## [WHAT YOU NEED TO DO]
Once the line containing "exits with 2 on" has been written out, stop; until then, restate each line of the entries below word for word from the first.

***** DATA LISTING

//! `reweave fill` from a user's side: exit codes, messages that name the file, nothing written on
//! failure, inputs never changed.

// Source: exit codes 0/1/2 as the Core issue fixes them (common practice; clap exits with 2 on
// usage errors); counts (16 unknowns, 1 hole) follow from the 4×4 fixture box; SHA-256 values are
// compared with an independent hash of the same file (FIPS 180-4 via the sha2 crate).

use std::path::PathBuf;
use std::process::{Command, Output};

use reweave::mask::Mask;
use reweave::raster::{self, Layout, Raster, SampleFormat};

fn reweave(args: &[&std::ffi::OsStr]) -> Output {
    Command::new(env!("CARGO_BIN_EXE_reweave")).args(args).output().expect("run reweave")
}

fn os<P: AsRef<std::ffi::OsStr> + ?Sized>(p: &P) -> &std::ffi::OsStr {
    p.as_ref()
}

/// A temporary folder with a 32×24 RGB image and a mask with a small hole.
struct Fixture {
    dir: tempfile::TempDir,
    image: PathBuf,
    mask: PathBuf,
}

impl Fixture {
    fn new() -> Self {
        let dir = tempfile::tempdir().unwrap();
        let mut r = Raster::new(32, 24, Layout::Rgb, SampleFormat::U8);
        for (c, p) in r.planes.iter_mut().enumerate() {
            for (i, v) in p.iter_mut().enumerate() {
                *v = ((i * (c + 3)) % 256) as f32;
            }
        }
        let image = dir.path().join("scan.png");
        raster::save(&r, &image).unwrap();
        let mask = dir.path().join("damage.png");
        raster::save_mask(&Mask::from_fn(32, 24, |x, y| (10..14).contains(&x) && (5..9).contains(&y)), &mask).unwrap();
        Self { dir, image, mask }
    }

    fn path(&self, name: &str) -> PathBuf {
        self.dir.path().join(name)
    }

    /// Names of the files in the folder (to check that nothing else was written).
    fn listing(&self) -> Vec<String> {
        let mut v: Vec<String> = std::fs::read_dir(self.dir.path())
            .unwrap()
            .map(|e| e.unwrap().file_name().to_string_lossy().into_owned())
            .collect();
        v.sort();
        v
    }
}

fn stderr(o: &Output) -> String {
    String::from_utf8_lossy(&o.stderr).into_owned()
}

/// Runs a fill that must fail: checks the exit code, that the message names `names`, that no
/// new file appeared and that the inputs are unchanged.
fn assert_fails(fx: &Fixture, args: &[&std::ffi::OsStr], code: i32, names: &str) {
    let before = fx.listing();
    let image_bytes = std::fs::read(&fx.image).unwrap();
    let out = reweave(args);
    let msg = stderr(&out);
    assert_eq!(out.status.code(), Some(code), "exit code; stderr: {msg}");
    assert!(msg.contains(names), "message should name '{names}': {msg}");
    assert_eq!(msg.trim().lines().count(), 1, "one-line message: {msg}");
    assert_eq!(fx.listing(), before, "no file may be written on failure");
    assert_eq!(std::fs::read(&fx.image).unwrap(), image_bytes, "input changed");
}

#[test]
fn fill_writes_result_and_report() {
    let fx = Fixture::new();
    let (out, rep) = (fx.path("repaired.png"), fx.path("repaired.json"));
    let o =
        reweave(&[os("fill"), os(&fx.image), os("--mask"), os(&fx.mask), os("-o"), os(&out), os("--report"), os(&rep)]);
    assert!(o.status.success(), "{}", stderr(&o));
    let json: serde_json::Value = serde_json::from_slice(&std::fs::read(&rep).unwrap()).unwrap();
    assert_eq!(json["unknowns"], 16);
    assert_eq!(json["holes"], 1);
    assert_eq!(json["largest_hole"], 16);
    assert_eq!(json["width"], 32);
    assert_eq!(json["height"], 24);
    assert_eq!(json["channel_count"], 3);
    assert_eq!(json["bit_depth"], 8);
    assert_eq!(json["method"], "harmonic");
    assert_eq!(json["channels"].as_array().unwrap().len(), 3);
    assert!(json["caution"].as_str().unwrap().contains("estimates"));
    assert_eq!(json["inputs"]["image"]["sha256"], reweave::report::sha256_file(&fx.image).unwrap());
    assert_eq!(json["inputs"]["mask"]["sha256"], reweave::report::sha256_file(&fx.mask).unwrap());
    for key in ["load", "setup", "solve", "save"] {
        assert!(json["seconds"][key].as_f64().unwrap() >= 0.0);
    }
    assert!(!fx.listing().iter().any(|n| n.contains(".tmp")), "temporary files left: {:?}", fx.listing());
}

#[test]
fn missing_input_is_reported() {
    let fx = Fixture::new();
    let (missing, out) = (fx.path("nope.png"), fx.path("o.png"));
    let args = [os("fill"), os(&missing), os("--mask"), os(&fx.mask), os("-o"), os(&out)];
    assert_fails(&fx, &args, 1, "nope.png");
    // The system's reason is given once (it was repeated as the error's cause).
    let msg = stderr(&reweave(&args));
    assert_eq!(msg.matches("(os error").count(), 1, "{msg}");
}

#[test]
fn truncated_image_is_reported() {
    let fx = Fixture::new();
    let bytes = std::fs::read(&fx.image).unwrap();
    let cut = fx.path("cut.png");
    std::fs::write(&cut, &bytes[..bytes.len() / 2]).unwrap();
    assert_fails(
        &fx,
        &[os("fill"), os(&cut), os("--mask"), os(&fx.mask), os("-o"), os(&fx.path("o.png"))],
        1,
        "cut.png",
    );
}

#[test]
fn non_image_empty_file_and_folder_are_reported() {
    let fx = Fixture::new();
    let text = fx.path("notes.png");
    std::fs::write(&text, "this is not an image").unwrap();
    assert_fails(
        &fx,
        &[os("fill"), os(&text), os("--mask"), os(&fx.mask), os("-o"), os(&fx.path("o.png"))],
        1,
        "notes.png",
    );
    let empty = fx.path("empty.png");
    std::fs::write(&empty, b"").unwrap();
    assert_fails(
        &fx,
        &[os("fill"), os(&empty), os("--mask"), os(&fx.mask), os("-o"), os(&fx.path("o.png"))],
        1,
        "empty.png",
    );
    let folder = fx.path("folder.png");
    std::fs::create_dir(&folder).unwrap();
    assert_fails(
        &fx,
        &[os("fill"), os(&folder), os("--mask"), os(&fx.mask), os("-o"), os(&fx.path("o.png"))],
        1,
        "folder.png",
    );
}

#[test]
fn mask_of_another_size_is_reported() {
    let fx = Fixture::new();
    let small = fx.path("small-mask.png");
    raster::save_mask(&Mask::new(10, 10), &small).unwrap();
    assert_fails(
        &fx,
        &[os("fill"), os(&fx.image), os("--mask"), os(&small), os("-o"), os(&fx.path("o.png"))],
        1,
        "small-mask.png",
    );
}

#[test]
fn mask_covering_everything_is_reported() {
    let fx = Fixture::new();
    let all = fx.path("all.png");
    raster::save_mask(&Mask::from_fn(32, 24, |_, _| true), &all).unwrap();
    assert_fails(
        &fx,
        &[os("fill"), os(&fx.image), os("--mask"), os(&all), os("-o"), os(&fx.path("o.png"))],
        1,
        "scan.png",
    );
}

#[test]
fn writing_over_the_input_needs_in_place() {
    let fx = Fixture::new();
    assert_fails(&fx, &[os("fill"), os(&fx.image), os("--mask"), os(&fx.mask), os("-o"), os(&fx.image)], 2, "scan.png");
    let before = std::fs::read(&fx.image).unwrap();
    let o = reweave(&[os("fill"), os(&fx.image), os("--mask"), os(&fx.mask), os("--in-place")]);
    assert!(o.status.success(), "{}", stderr(&o));
    assert_ne!(std::fs::read(&fx.image).unwrap(), before, "--in-place rewrote the input");
}

#[test]
fn usage_errors_exit_with_2() {
    let fx = Fixture::new();
    assert_fails(
        &fx,
        &[os("fill"), os(&fx.image), os("--mask"), os(&fx.mask), os("-o"), os(&fx.path("o.bmp"))],
        2,
        "o.bmp",
    );
    let o = reweave(&[os("fill"), os(&fx.image), os("--bogus")]);
    assert_eq!(o.status.code(), Some(2));
}

#[test]
fn nothing_to_fill_is_reported() {
    // No mask, no alpha option, and an 8-bit PNG declares no no-data value: nothing marks pixels.
    let fx = Fixture::new();
    assert_fails(&fx, &[os("fill"), os(&fx.image), os("-o"), os(&fx.path("o.png"))], 1, "--mask");
}

#[test]
fn mask_from_alpha_needs_alpha() {
    let fx = Fixture::new();
    assert_fails(
        &fx,
        &[os("fill"), os(&fx.image), os("--mask-from-alpha"), os("-o"), os(&fx.path("o.png"))],
        1,
        "scan.png",
    );
}

#[test]
fn mask_from_alpha_fills_transparent_pixels() {
    let fx = Fixture::new();
    let mut r = Raster::new(16, 16, Layout::Rgba, SampleFormat::U8);
    for (c, p) in r.planes.iter_mut().enumerate() {
        for (i, v) in p.iter_mut().enumerate() {
            *v = if c == 3 { if i == 5 * 16 + 5 { 0.0 } else { 255.0 } } else { 100.0 };
        }
    }
    r.planes[0][5 * 16 + 5] = 0.0;
    let input = fx.path("logo.png");
    raster::save(&r, &input).unwrap();
    let out = fx.path("logo-filled.png");
    let o = reweave(&[os("fill"), os(&input), os("--mask-from-alpha"), os("-o"), os(&out)]);
    assert!(o.status.success(), "{}", stderr(&o));
    let filled = raster::load(&out).unwrap();
    let i = 5 * 16 + 5;
    assert_eq!((filled.planes[0][i], filled.planes[3][i]), (100.0, 255.0), "colour and alpha filled from neighbours");
}

#[test]
fn empty_mask_copies_the_image_through() {
    let fx = Fixture::new();
    let none = fx.path("none.png");
    raster::save_mask(&Mask::new(32, 24), &none).unwrap();
    let out = fx.path("copy.png");
    let o = reweave(&[os("fill"), os(&fx.image), os("--mask"), os(&none), os("-o"), os(&out)]);
    assert!(o.status.success(), "{}", stderr(&o));
    assert!(stderr(&o).contains("no pixel"), "says so: {}", stderr(&o));
    assert_eq!(std::fs::read(&out).unwrap(), std::fs::read(&fx.image).unwrap());
}

#[test]
fn unwritable_output_folder_is_reported() {
    let fx = Fixture::new();
    let out = fx.path("no-such-folder").join("o.png");
    assert_fails(&fx, &[os("fill"), os(&fx.image), os("--mask"), os(&fx.mask), os("-o"), os(&out)], 1, "o.png");
}

#[test]
fn help_explains_every_option_with_an_example() {
    let o = reweave(&[os("fill"), os("--help")]);
    assert!(o.status.success());
    let text = String::from_utf8_lossy(&o.stdout);
    for flag in ["--mask", "--mask-from-alpha", "--output", "--in-place", "--report", "--tolerance", "Examples:"] {
        assert!(text.contains(flag), "help lacks {flag}");
    }
    let o = reweave(&[os("--help")]);
    assert!(o.status.success());
    assert!(String::from_utf8_lossy(&o.stdout).contains("reweave fill"));
}

#[test]
fn distance_map_and_deep_hole_warning() {
    // The distance of a filled pixel to the nearest known one (exact Euclidean distance transform,
    // Felzenszwalb & Huttenlocher 2012): 1 on the rim of the 4×4 hole, 2 inside, 0 outside.
    let fx = Fixture::new();
    let (out, map) = (fx.path("out.png"), fx.path("distance.tif"));
    let o = reweave(&[
        os("fill"),
        os(&fx.image),
        os("--mask"),
        os(&fx.mask),
        os("-o"),
        os(&out),
        os("--distance-map"),
        os(&map),
    ]);
    assert_eq!(o.status.code(), Some(0), "{}", stderr(&o));
    assert!(!stderr(&o).contains("more than 16 px"), "a small hole is not deep");
    let d = raster::load(&map).unwrap();
    assert_eq!((d.width, d.height, d.sample_format), (32, 24, SampleFormat::F32));
    assert_eq!(d.planes[0][5 * 32 + 10], 1.0);
    assert_eq!(d.planes[0][6 * 32 + 11], 2.0);
    assert_eq!(d.planes[0][0], 0.0);

    // A disk of radius 20 reaches about 20 px from any known pixel: warned and reported.
    let big = fx.path("big-mask.png");
    let mut r = Raster::new(64, 64, Layout::Gray, SampleFormat::U8);
    r.planes[0].fill(100.0);
    let image = fx.path("plain.png");
    raster::save(&r, &image).unwrap();
    raster::save_mask(
        &Mask::from_fn(64, 64, |x, y| (x as f64 - 32.0).powi(2) + (y as f64 - 32.0).powi(2) < 400.0),
        &big,
    )
    .unwrap();
    let report = fx.path("big.json");
    let o = reweave(&[
        os("fill"),
        os(&image),
        os("--mask"),
        os(&big),
        os("-o"),
        os(&fx.path("big.png")),
        os("--report"),
        os(&report),
    ]);
    assert_eq!(o.status.code(), Some(0), "{}", stderr(&o));
    assert!(stderr(&o).contains("more than 16 px") && stderr(&o).contains("plain.png"), "{}", stderr(&o));
    let json: serde_json::Value = serde_json::from_slice(&std::fs::read(&report).unwrap()).unwrap();
    let deep = &json["deep_holes"][0];
    assert!((19.0..=21.0).contains(&deep["pixels"].as_f64().unwrap()), "{json}");
    assert_eq!((deep["x"].as_u64(), deep["y"].as_u64()), (Some(32), Some(32)));
    let warning = json["deep_hole_warning"].as_str().unwrap_or_default();
    assert!(warning.contains("more than 16 px") && warning.contains("guided"), "{json}");
}

#[test]
fn methods_grain_and_the_scientific_profile() {
    let fx = Fixture::new();
    // The scientific profile refuses invented texture, before reading anything (usage error).
    let refused = fx.path("x.png");
    for extra in [&["--method", "guided"][..], &["--grain", "5"][..]] {
        let mut args = vec![os("fill"), os(&fx.image), os("--mask"), os(&fx.mask), os("-o"), os(&refused)];
        args.push(os("--scientific"));
        args.extend(extra.iter().map(os));
        assert_fails(&fx, &args, 2, "--scientific refuses");
    }
    // Each method runs and says what it did; guided and grain carry their caution and records.
    for (method, grain) in [("biharmonic", None), ("guided", Some("11")), ("harmonic", Some("11"))] {
        let (out, rep) = (fx.path(&format!("{method}.png")), fx.path(&format!("{method}.json")));
        let mut args = vec![os("fill"), os(&fx.image), os("--mask"), os(&fx.mask), os("-o"), os(&out)];
        args.extend([os("--report"), os(&rep), os("--method"), os(method)]);
        if let Some(seed) = grain {
            args.extend([os("--grain"), os(seed)]);
        }
        let o = reweave(&args);
        assert_eq!(o.status.code(), Some(0), "{method}: {}", stderr(&o));
        let json: serde_json::Value = serde_json::from_slice(&std::fs::read(&rep).unwrap()).unwrap();
        assert_eq!(json["method"], method);
        assert_eq!(json["scientific"], false);
        assert_eq!(json["texture_caution"].is_string(), method == "guided" || grain.is_some(), "{json}");
        assert_eq!(json["grain"]["seed"].as_u64(), grain.map(|s| s.parse().unwrap()), "{json}");
        if method == "guided" {
            assert_eq!(json["sources"].as_array().map(Vec::len), Some(1), "{json}");
            assert!(json["holes_without_source"].is_u64(), "{json}");
        }
        assert!(json["channels"][0]["relative_residual"].as_f64().unwrap() <= 1e-6, "{json}");
    }
    // The same seed gives the same grain.
    let again = fx.path("again.png");
    let o = reweave(&[
        os("fill"),
        os(&fx.image),
        os("--mask"),
        os(&fx.mask),
        os("-o"),
        os(&again),
        os("--method"),
        os("harmonic"),
        os("--grain"),
        os("11"),
    ]);
    assert_eq!(o.status.code(), Some(0), "{}", stderr(&o));
    assert_eq!(std::fs::read(&again).unwrap(), std::fs::read(fx.path("harmonic.png")).unwrap());
}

**********

## [SOLUTION TO THE EXERCISE]
//! `reweave fill` from a user's side: exit codes, messages that name the file, nothing written on
//! failure, inputs never changed.

// Source: exit codes 0/1/2 as the Core issue fixes them (common practice; clap exits with 2 on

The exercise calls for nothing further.